TASK STATEMENT: In the listing below, find each line that holds the string "target" and copy it.
• • • • • • •
package org.flexbound.app;

import java.io.ByteArrayOutputStream;
import java.io.IOException;
import java.io.InputStream;
import java.io.OutputStream;
import java.io.UncheckedIOException;
import java.nio.file.Files;
import java.nio.file.Path;
import java.util.LinkedHashMap;
import java.util.List;
import java.util.Map;
import org.flexbound.document.OutputFolder;
import org.flexbound.testlog.ExampleWorkbook;
import org.flexbound.testlog.TemplateWorkbook;

/** Writes the files to start from. */
final class Templates {
  private static final List<String> RESOURCES = List.of(
          "frame-model.json",
          "study.json",
          "log-description.json",
          "logger-mid.csv",
          "logger-tip.csv");

  private final Terminal terminal;

  Templates(Terminal terminal) {
    this.terminal = terminal;
  }

  ExitCode write(Path folder) {
    OutputFolder outputs = new OutputFolder(folder);
    boolean any = false;
    for (Map.Entry<String, byte[]> file : files().entrySet()) {
      Path target = folder.resolve(file.getKey());
      if (Files.exists(target)) {
        terminal.out().println("  " + PlainText.of(target + " is there already; left as it is"));
      } else {
        outputs.add(file.getKey(), file.getValue());
        any = true;
      }
    }
    if (any) {
      outputs.write().forEach(p -> terminal.out().println("  " + PlainText.of(p + " written")));
    }
    terminal
        .out()
        .println(
            "Fill in load-test-log.xlsx, or see how it works on the example:"
                + System.lineSeparator()
                + "  flexbound update "
                + PlainText.of(folder.resolve("study.json").toString()));
    return ExitCode.DONE;
  }

  private static Map<String, byte[]> files() {
    Map<String, byte[]> files = new LinkedHashMap<>();
    files.put("load-test-log.xlsx", bytes(TemplateWorkbook::write));
    files.put("example-log.xlsx", bytes(ExampleWorkbook::write));
    for (String name : RESOURCES) {
      files.put(name, resource("/templates/" + name));
    }
    return files;
  }

  /** Writes a workbook. */
  @FunctionalInterface
  private interface Writer {
    void write(OutputStream out) throws IOException;
  }

  private static byte[] bytes(Writer writer) {
    ByteArrayOutputStream bytes = new ByteArrayOutputStream();
    try {
      writer.write(bytes);
    } catch (IOException impossible) {
      throw new UncheckedIOException(impossible);
    }
    return bytes.toByteArray();
  }

  private static byte[] resource(String path) {
    try (InputStream stream = Templates.class.getResourceAsStream(path);
        ByteArrayOutputStream bytes = new ByteArrayOutputStream()) {
      if (stream == null) {
        throw new IllegalStateException("the program's file " + path + " is missing");
      }
      stream.transferTo(bytes);
      return bytes.toByteArray();
    } catch (IOException unreadable) {
      throw new UncheckedIOException(unreadable);
    }
  }
}
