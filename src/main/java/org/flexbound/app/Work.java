package org.flexbound.app;

import java.nio.file.Path;
import java.util.List;
import org.flexbound.document.OutputFolder;
import org.flexbound.finding.Findings;
import org.flexbound.finding.Outcome;
import org.flexbound.finding.Refusal;
import org.flexbound.reduce.Places;
import org.flexbound.reduce.Reducer;
import org.flexbound.reduce.Reduction;
import org.flexbound.reduce.ReductionProblem;
import org.flexbound.report.ReportFiles;
import org.flexbound.report.gather.Gathering;
import org.flexbound.report.results.Results;
import org.flexbound.study.Study;
import org.flexbound.testlog.TestLog;
import org.flexbound.testlog.WorkbookLog;

/** The steps of the commands that read a test. */
final class Work {
  private final Terminal terminal;
  private final OutputOptions output;

  Work(Terminal terminal, OutputOptions output) {
    this.terminal = terminal;
    this.output = output;
  }

  ExitCode reduce(Path file) {
    String name = String.valueOf(file.getFileName());
    Findings findings = new Findings();
    Outcome<TestLog> read = WorkbookLog.read(file, name);
    findings.addAll(read.findings());
    findings.refuseIfErrors();
    TestLog log = read.orRefuse();
    Outcome<Reduction> reduced =
        Reducer.reduce(new ReductionProblem(Study.ONLY_CONFIGURATION, log, Places.STATED));
    findings.addAll(reduced.findings());
    findings.refuseIfErrors();
    Gathering gathering = new Gathering("reduce");
    log.inputs().forEach(gathering::input);
    gathering.configuration(
        log, name, reduced.value().orElseThrow(() -> new Refusal(findings.list())), List.of());
    gathering.findings(findings.list());
    return finish(gathering.results(), new OutputFolder(output.folder));
  }

  ExitCode compare(Path study) {
    return refuse(study);
  }

  ExitCode update(Path study) {
    return refuse(study);
  }

  private ExitCode refuse(Path file) {
    terminal.err().println("flexbound: reading " + file + " is not supported yet");
    return ExitCode.COMMAND_LINE;
  }

  /** Writes, prints, and says how the command ended. */
  private ExitCode finish(Results results, OutputFolder folder) {
    ReportFiles.add(folder, results, output.units);
    List<Path> written = folder.write();
    Summary summary = new Summary(terminal, results, output.units);
    summary.print();
    summary.written(written);
    return ExitCode.DONE;
  }
}
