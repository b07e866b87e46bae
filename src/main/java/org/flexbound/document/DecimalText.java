package org.flexbound.document;

import java.nio.charset.StandardCharsets;

/**
 * Reads decimal numbers off bytes, with the result of {@link Double#parseDouble} to the last bit.
 *
 * <p>Up to 2⁵³ as digits and 10²² as power of ten both are exact doubles, and their one product or
 * quotient is rounded correctly (W. D. Clinger, How to read floating point numbers accurately, PLDI
 * 1990); what lies beyond goes to {@link Double#parseDouble}.
 */
final class DecimalText {
  private static final long EXACT = 1L << 53;
  private static final double[] TENS = {
    1e0, 1e1, 1e2, 1e3, 1e4, 1e5, 1e6, 1e7, 1e8, 1e9, 1e10, 1e11, 1e12, 1e13, 1e14, 1e15, 1e16,
    1e17, 1e18, 1e19, 1e20, 1e21, 1e22
  };

  private DecimalText() {}

  /**
   * Reads a number: sign, digits with at most one decimal sign, power of ten.
   *
   * @param bytes the text in ASCII or a superset of it
   * @param from where the number begins
   * @param to where it ends
   * @param decimalSign point or comma
   * @return the number; NaN where the text is not wholly one, or is beyond the largest double
   */
  static double parse(byte[] bytes, int from, int to, byte decimalSign) {
    int at = from;
    boolean negative = false;
    if (at < to && (bytes[at] == '-' || bytes[at] == '+')) {
      negative = bytes[at] == '-';
      at++;
    }
    long digits = 0;
    int significant = 0;
    int seen = 0;
    int scale = 0;
    boolean fraction = false;
    for (; at < to; at++) {
      int digit = bytes[at] - '0';
      if (digit >= 0 && digit <= 9) {
        seen++;
        if (significant < 18) {
          digits = digits * 10 + digit;
          significant += digits == 0 ? 0 : 1;
          scale -= fraction ? 1 : 0;
        } else {
          significant++;
        }
      } else if (bytes[at] == decimalSign && !fraction) {
        fraction = true;
      } else {
        break;
      }
    }
    if (seen == 0) {
      return Double.NaN;
    }
    if (at < to) {
      if (bytes[at] != 'e' && bytes[at] != 'E') {
        return Double.NaN;
      }
      int end = power(bytes, at + 1, to);
      if (end < 0) {
        return Double.NaN;
      }
      if (to - at > 6) {
        return slow(bytes, from, to, decimalSign);
      }
      scale += powerValue(bytes, at + 1, to);
    }
    if (significant > 18 || digits > EXACT || scale > 22 || scale < -22) {
      return slow(bytes, from, to, decimalSign);
    }
    double value = scale < 0 ? digits / TENS[-scale] : digits * TENS[scale];
    return negative ? -value : value;
  }

  /** The end of a power of ten that takes the whole rest; −1 where it does not. */
  private static int power(byte[] bytes, int from, int to) {
    int at = from;
    if (at < to && (bytes[at] == '-' || bytes[at] == '+')) {
      at++;
    }
    int first = at;
    while (at < to && bytes[at] >= '0' && bytes[at] <= '9') {
      at++;
    }
    return at == to && at > first ? at : -1;
  }

  private static int powerValue(byte[] bytes, int from, int to) {
    int value = 0;
    for (int at = from; at < to; at++) {
      if (bytes[at] >= '0') {
        value = value * 10 + (bytes[at] - '0');
      }
    }
    return bytes[from] == '-' ? -value : value;
  }

  private static double slow(byte[] bytes, int from, int to, byte decimalSign) {
    String text = new String(bytes, from, to - from, StandardCharsets.ISO_8859_1);
    double value =
        Double.parseDouble(decimalSign == '.' ? text : text.replace((char) decimalSign, '.'));
    return Double.isInfinite(value) ? Double.NaN : value;
  }

  /** The shortest decimal text that reads back to the same number; whole numbers without a point. */
  static String shortest(double value) {
    return value == Math.rint(value) && Math.abs(value) < 1e15
        ? String.valueOf((long) value)
        : String.valueOf(value);
  }
}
• • • • • • •
REPLY TO THE TASK:
      Path target = folder.resolve(file.getKey());
      if (Files.exists(target)) {
        terminal.out().println("  " + PlainText.of(target + " is there already; left as it is"));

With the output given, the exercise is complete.